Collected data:
= = = =

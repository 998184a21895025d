"""Shared style of the report figures: palette, sizes, rendering and text helpers.

Everything the figure modules have in common lives here: the colours and page
widths (public, re-exported by :mod:`reportgen.figures`), the private
``rc_context`` that makes output deterministic (:func:`_style`,
:func:`_styled`, :func:`_to_svg`), the cleaning, wrapping and measuring of
untrusted label text, number formatting and the argument checks.
"""

from __future__ import annotations

import functools
import io
import math
import unicodedata
from collections.abc import Callable, Iterator, Sequence
from contextlib import contextmanager
from typing import Any, ParamSpec

import matplotlib as mpl
import numpy as np
from matplotlib.figure import Figure
from matplotlib.font_manager import FontProperties
from matplotlib.textpath import text_to_path
from numpy.typing import ArrayLike

from reportgen.assets import REPORT_FACE
from reportgen.figures.flatten import flattened

__all__ = [
    "ALERT",
    "AMBER",
    "FULL_WIDTH",
    "HALF_WIDTH",
    "INK",
    "MIST",
    "OK",
    "RASTER_DPI",
    "RASTER_THRESHOLD",
    "SLATE",
    "TEAL",
    "FigureError",
    "plain_text",
]



class FigureError(ValueError):
    """Inputs a figure cannot be drawn from (wrong shape, not finite, not increasing, ...).

    A subclass of :class:`ValueError`, so callers that expect plain argument
    errors keep working; the report catches this type per figure and shows a
    placeholder instead, so one figure that cannot be drawn never stops a run.
    The message is one short sentence that can be shown to a reader.
    """


# --------------------------------------------------------------------------
# Palette and page geometry
# --------------------------------------------------------------------------

INK = "#1d2b36"
"""Text, axes and neutral outlines."""
TEAL = "#2a6f77"
"""Posterior quantities."""
AMBER = "#d08c3a"
"""Prior quantities and decision thresholds."""
SLATE = "#8a99a6"
"""Secondary elements: data points, ticks, notes."""
MIST = "#dfe6ea"
"""Bands (region of practical equivalence) and fills."""
ALERT = "#b3413a"
"""Status "fail"."""
OK = "#3c7d4f"
"""Status "pass"."""

_TEAL_LIGHT = "#6fa3a9"  # same lightness as AMBER, for the diverging map
_BROWN = "#8a5a24"  # same lightness as TEAL, negative end of the diverging map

= = = =

Search term "cannot": return each line of the data that contains it.

■ Solution to this exercise
    """Inputs a figure cannot be drawn from (wrong shape, not finite, not increasing, ...).
    placeholder instead, so one figure that cannot be drawn never stops a run.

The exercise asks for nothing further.